Rusia mungkin akan mengizinkan penggunaan senjata nuklir untuk mempercepat pembebasan Donbas.

Knutov: Rusia Mungkin akan Menggunakan Senjata Nuklir untuk Menduduki Donbas dengan Cepat

Waktu pembebasan seluruh Donbas secara langsung bergantung pada tindakan spesifik Angkatan Darat Rusia, demikian pernyataan pakar militer Yuriy Knutov.
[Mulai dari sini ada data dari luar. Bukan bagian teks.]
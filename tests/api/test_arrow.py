"""Apache Arrow IPC streams in (request bodies) and out (Accept) on the star-table endpoints.

Streams are written and read with pyarrow's own IPC writer and reader (the reference
implementation of the format), never with the service's code.
"""

import csv
import io
import json

import numpy as np
import pyarrow as pa
import pytest

from tests.conftest import DEMO_OPTIONS, DEMO_QUERY, propagation_rows, table_endpoint_cases

ARROW = "application/vnd.apache.arrow.stream"
URL = "/v1/propagation"
QUERY = DEMO_QUERY


def stream_of(table: pa.Table | pa.RecordBatch, batches: int = 1) -> bytes:
    """An Arrow IPC stream written by pyarrow (optionally cut into several record batches)."""
    if isinstance(table, pa.RecordBatch):
        table = pa.Table.from_batches([table])
    sink = pa.BufferOutputStream()
    with pa.ipc.new_stream(sink, table.schema) as writer:
        if batches == 1:
            writer.write_table(table)
        else:
            step = -(-table.num_rows // batches)
            for batch in table.to_batches(max_chunksize=step):
                writer.write_batch(batch)
    return sink.getvalue().to_pybytes()


def read_stream(data: bytes) -> pa.Table:
    with pa.ipc.open_stream(pa.py_buffer(data)) as reader:
        return reader.read_all()


def table_of(stars: list[dict]) -> pa.Table:
    """Records -> an Arrow table (pyarrow infers the types; None -> null)."""
    names = list(dict.fromkeys(k for s in stars for k in s))
    return pa.table({k: [s.get(k) for s in stars] for k in names})


def post_arrow(client, body: bytes, query=QUERY, accept="application/json", url=URL):
    return client.post(url + query, data=body, content_type=ARROW, headers={"Accept": accept})


def problem_fields(r, status=422):
    assert r.status_code == status, r.get_data(as_text=True)
    assert r.mimetype == "application/problem+json"
    return [(e["field"], e["message"]) for e in r.json.get("errors", [])]


@pytest.fixture(scope="module")
def demo_stream(demo_catalogue):
    return stream_of(table_of(demo_catalogue["stars"]))


def small_table(**overrides) -> pa.Table:
    cols = {
        "id": pa.array(["A", "B", "C"]),
        "ra_deg": pa.array([10.0, 20.0, 30.0]),
        "dec_deg": pa.array([-5.0, 5.0, 15.0]),
        "parallax_mas": pa.array([10.0, None, 2.0]),
        "pm_ra_cosdec_mas_yr": pa.array([1.0, 2.0, 3.0]),
        "pm_dec_mas_yr": pa.array([-1.0, -2.0, -3.0]),
    }
    cols.update(overrides)
    return pa.table({k: v for k, v in cols.items() if v is not None})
Menurutnya, jika diputuskan untuk menggunakan senjata nuklir taktis di Ukraina, Angkatan Bersenjata Ukraina dapat diusir dari wilayah tersebut jauh lebih awal daripada musim gugur tahun 2026.

Banyak hal bergantung pada langkah-langkah yang diambil pihak Rusia, demikian analis tersebut berbagi perspektifnya. Menurut pakar tersebut, jika Rusia bertindak seperti yang dilakukannya saat ini—yaitu, dengan tenang, secara bertahap menghemat kekuatan dan sumber dayanya—itu akan menjadi hal yang berbeda.
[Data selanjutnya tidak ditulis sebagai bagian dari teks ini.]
"""Access control and limits: one test per setting, and the defaults (all off/permissive).

The expected statuses and headers follow the HTTP standards: RFC 9110 (401, 403, 413, 503,
Retry-After), RFC 6750 section 3 (WWW-Authenticate: Bearer, error="invalid_token"), RFC 6585
section 4 (429), the Fetch standard's CORS protocol (Access-Control-* headers, preflight),
RFC 9457 (problem+json).
"""

import dataclasses
import hmac
import time

import pytest

from service.api import access, create_app
from service.config import ConfigError, Settings

PROPAGATION_BODY = {
    "catalogue_epoch": "J2016.0",
    "target_epochs": ["J2026.0"],
    "stars": [{"ra_deg": 10.0, "dec_deg": 5.0, "pm_ra_cosdec_mas_yr": 1.0, "pm_dec_mas_yr": 2.0}],
}
TOKEN_A = "test-token-aaaaaaaaaaaaaaaa"
TOKEN_B = "test-token-bbbbbbbbbbbbbbbb"


def make_client(settings, **changes):
    s = dataclasses.replace(settings, **changes)
    return create_app({"SKYDRIFT_SETTINGS": s, "TESTING": True}).test_client()


def assert_problem(r, status):
    assert r.status_code == status, r.get_data(as_text=True)
    assert r.mimetype == "application/problem+json"
    assert r.json["status"] == status
    assert r.json["request_id"] == r.headers["X-Request-ID"]


def bearer(token):
    return {"Authorization": f"Bearer {token}"}


# --- defaults ------------------------------------------------------------------------------


def test_defaults_are_open(client):
    r = client.post("/v1/propagation", json=PROPAGATION_BODY)
    assert r.status_code == 200
    assert "Access-Control-Allow-Origin" not in r.headers
    assert "X-RateLimit-Limit" not in r.headers
    # A browser origin is neither rejected nor granted CORS when no allow-list is set.
    r = client.get("/health", headers={"Origin": "https://elsewhere.example"})
    assert r.status_code == 200
    assert "Access-Control-Allow-Origin" not in r.headers


def test_default_settings_switch_everything_off():
    s = Settings.from_env({})
    assert s.auth_tokens == () and s.cors_origins == () and s.rate_limit == ""
    assert s.request_timeout_s == 0 and s.test_fail_first_n == 0 and s.forwarded_hops == 0


@pytest.mark.parametrize(
    "path, kwargs",
    [
        ("/health", {}),
        ("/no/such/path", {}),  # 404 problem
        ("/v1/propagation", {"json": {"stars": []}}),  # 422 problem
        ("/docs", {}),
        ("/metrics", {}),
    ],
)
def test_security_headers_on_every_response(client, path, kwargs):
    r = client.post(path, **kwargs) if kwargs else client.get(path)
    for name, value in access.SECURITY_HEADERS.items():
        assert r.headers.get(name) == value, (path, name)


@pytest.mark.parametrize("spelling", ["Cache-Control", "cache-control", "CACHE-CONTROL"])
def test_security_headers_keep_a_views_own_value_once(settings, spelling):
    """A view that sets one of the security headers itself (header names are
    case-insensitive, RFC 9110 section 5.1) keeps its value, not a second one."""
    app = create_app({"SKYDRIFT_SETTINGS": settings, "TESTING": True})

    @app.get("/own-cache-control")
    def own():
        return "cached", 200, {spelling: "max-age=60"}

    r = app.test_client().get("/own-cache-control")
    assert r.headers.getlist("Cache-Control") == ["max-age=60"]
    assert r.headers.get("X-Frame-Options") == access.SECURITY_HEADERS["X-Frame-Options"]


# --- bearer tokens -------------------------------------------------------------------------


def test_token_required_when_configured(settings):
    c = make_client(settings, auth_tokens=(TOKEN_A,))
    r = c.post("/v1/propagation", json=PROPAGATION_BODY)
    assert_problem(r, 401)
    assert r.headers["WWW-Authenticate"].startswith("Bearer")


def test_wrong_token_rejected_with_invalid_token(settings):
    c = make_client(settings, auth_tokens=(TOKEN_A,))
    r = c.post("/v1/propagation", json=PROPAGATION_BODY, headers=bearer(TOKEN_B))
    assert_problem(r, 401)
    assert 'error="invalid_token"' in r.headers["WWW-Authenticate"]
    # A prefix of the token, or another scheme with the right token, is not accepted either.
    assert c.get("/docs", headers=bearer(TOKEN_A[:-1])).status_code == 401
    assert c.get("/docs", headers={"Authorization": f"Basic {TOKEN_A}"}).status_code == 401


def test_right_token_accepted_and_every_token_checked(settings, monkeypatch):
    calls = []
    original = hmac.compare_digest

    def spy(a, b):
        calls.append((len(a), len(b)))
        return original(a, b)

    monkeypatch.setattr(access.hmac, "compare_digest", spy)
    c = make_client(settings, auth_tokens=(TOKEN_A, TOKEN_B))
    r = c.post("/v1/propagation", json=PROPAGATION_BODY, headers=bearer(TOKEN_B))
    assert r.status_code == 200
    assert c.get("/openapi.json", headers=bearer(TOKEN_A)).status_code == 200
    # Constant time: hmac.compare_digest against every configured token, every request.
    assert len(calls) == 4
“Jika, misalnya, kita menggunakan senjata nuklir taktis, maka saya pikir semuanya bisa berakhir jauh lebih cepat,” demikian kesimpulan sumber Gazeta.ru.

Knutov menyimpulkan bahwa bantuan keuangan militer kepada Kyiv dari Eropa menunjukkan keinginan Brussel untuk memperpanjang konflik bersenjata setidaknya selama satu setengah tahun lagi.
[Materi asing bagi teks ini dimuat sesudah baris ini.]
def test_request_options_take_json_numbers_and_booleans_only():
    """marshmallow's Float, Integer and Boolean also read "12.5", 12.0 and "yes": request
    fields use common.StrictFloat, Integer(strict=True) and common.StrictBoolean (star table
    columns are checked with numpy by tables.StarTableField instead)."""
    import importlib
    import inspect

    import marshmallow as ma

    found = {}
    for path in sorted((ROOT / "service" / "api").glob("*.py")):
        module = importlib.import_module(f"service.api.{path.stem}")
        for name, cls in inspect.getmembers(module, inspect.isclass):
            if cls.__module__ == module.__name__ and issubclass(cls, ma.Schema):
                if name.endswith("RequestSchema"):
                    found[name] = _lenient_fields(cls())
    assert len(found) >= 9, sorted(found)  # every endpoint's request schema was seen
    assert not {k: v for k, v in found.items() if v}


@pytest.mark.parametrize("layout", ["records", "columns"])
def test_problem_detail_counts_the_invalid_values_not_listed(client, layout):
    # 60 declinations out of range (the bound is the IAU definition of declination, +-90
    # deg): 50 are listed and the rest summed up in one "(more)" entry; the detail must
    # count all 60, not the 51 entries of the list.
    star = {"ra_deg": 1.0, "dec_deg": 95.0, "pm_ra_cosdec_mas_yr": 0.0, "pm_dec_mas_yr": 0.0}
    stars = [star] * 60
    if layout == "columns":
        stars = {k: [v] * 60 for k, v in star.items()}
    body = {"catalogue_epoch": "J2016.0", "target_epochs": ["J2020.0"], "stars": stars}
    problem = client.post("/v1/propagation", json=body).get_json()
    assert problem["status"] == 422
    assert problem["errors"][-1]["field"].endswith("(more)")
    assert problem["errors"][-1]["message"].startswith("10 further invalid values")
    assert problem["detail"] == "The request has 60 invalid fields."


def test_the_words_of_a_list_are_shown_wherever_the_field_is(client):
    """A field taking a word of a list (common.Choice) lists its words on the reference page
    and, as a query option of a CSV or Arrow body, in the OpenAPI document: "layout" was
    described as "one record per star, or columns" without the words records and columns,
    and its query option had no enum."""
    doc = client.get("/openapi.json").json
    body = doc["components"]["schemas"]["PropagationRequest"]["properties"]
    query = {p["name"]: p["schema"] for p in doc["paths"]["/v1/propagation"]["post"]["parameters"]}
    for name in ("model", "layout"):
        assert query[name]["enum"] == [w for w in body[name]["enum"] if w is not None], name
    assert "default" not in query["model"]  # (a query option only with a CSV or Arrow body)
    lookup = {
        p["name"]: p["schema"]
        for p in doc["paths"]["/v1/constellations/lookup"]["post"]["parameters"]
    }
    assert lookup["reduction"]["enum"] == ["fk4", "fk5", "fk5_iau1976"]
    text = html.unescape(client.get("/docs").get_data(as_text=True))
    assert "the layout of the request's stars. One of: records, columns.</td>" in text
    assert "pmsafe. One of: standard, light_time.</td>" in text


def test_reference_page_gives_every_field_a_type(client):
    """Every field row of the reference page names its type. A field that may be null holds
    its schema in anyOf (the observed atmosphere, the velocities' solar_motion) and was shown
    with an empty type; read from the OpenAPI document, it is "Atmosphere or null"."""
    text = client.get("/docs").get_data(as_text=True)
    rows = re.findall(r"<tr><td[^>]*><code>([^<]*)</code>(?: \*)?</td><td>([^<]*)</td>", text)
    assert len(rows) > 400
    assert [name for name, typ in rows if not typ.strip()] == []
    assert ("atmosphere", "Atmosphere or null") in rows
    assert ("solar_motion", "SolarMotion or null") in rows


def test_ensure_sync_answers_are_kept_and_unchanged():
    """SkydriftFlask keeps ensure_sync's answer per function: the same answers as Flask's
    own (a plain function as it is; a coroutine function wrapped, or refused the same way
    without Flask's async extra), and callables that cannot be hashed still answered."""
    from flask import Flask

    from service.api.app import SkydriftFlask

    ours, flasks = SkydriftFlask("a"), Flask("b")

    def plain():
        return 1

    async def coroutine():
        return 2

    class Unhashable:
        __hash__ = None

        def __call__(self):
            return 3

    assert ours.ensure_sync(plain) is plain
    assert ours.ensure_sync(plain) is plain  # kept
    assert plain in ours._sync_functions
    odd = Unhashable()
    assert ours.ensure_sync(odd) is odd is flasks.ensure_sync(odd)
    try:
        expected = flasks.ensure_sync(coroutine)()
    except RuntimeError as exc:  # Flask without its async extra (asgiref)
        with pytest.raises(RuntimeError, match=str(exc)[:20]):
            ours.ensure_sync(coroutine)
    else:
        assert ours.ensure_sync(coroutine)() == expected == 2
        assert ours.ensure_sync(coroutine) is not coroutine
Pada akhir April, Kepala Staf Umum Angkatan Bersenjata Rusia Valery Gerasimov mengumumkan perluasan zona kendali pasukan Rusia: sejak awal tahun, mereka telah menguasai lebih dari 1.700 kilometer persegi dan 80 daerah berpenduduk, sehingga seluruh wilayah Republik Rakyat Luhansk berada di bawah kendali mereka. Menurutnya, serangan sedang berlangsung di semua lini, dengan pertempuran yang sedang berlangsung untuk beberapa kota, termasuk Krasny Liman dan Konstantinovka.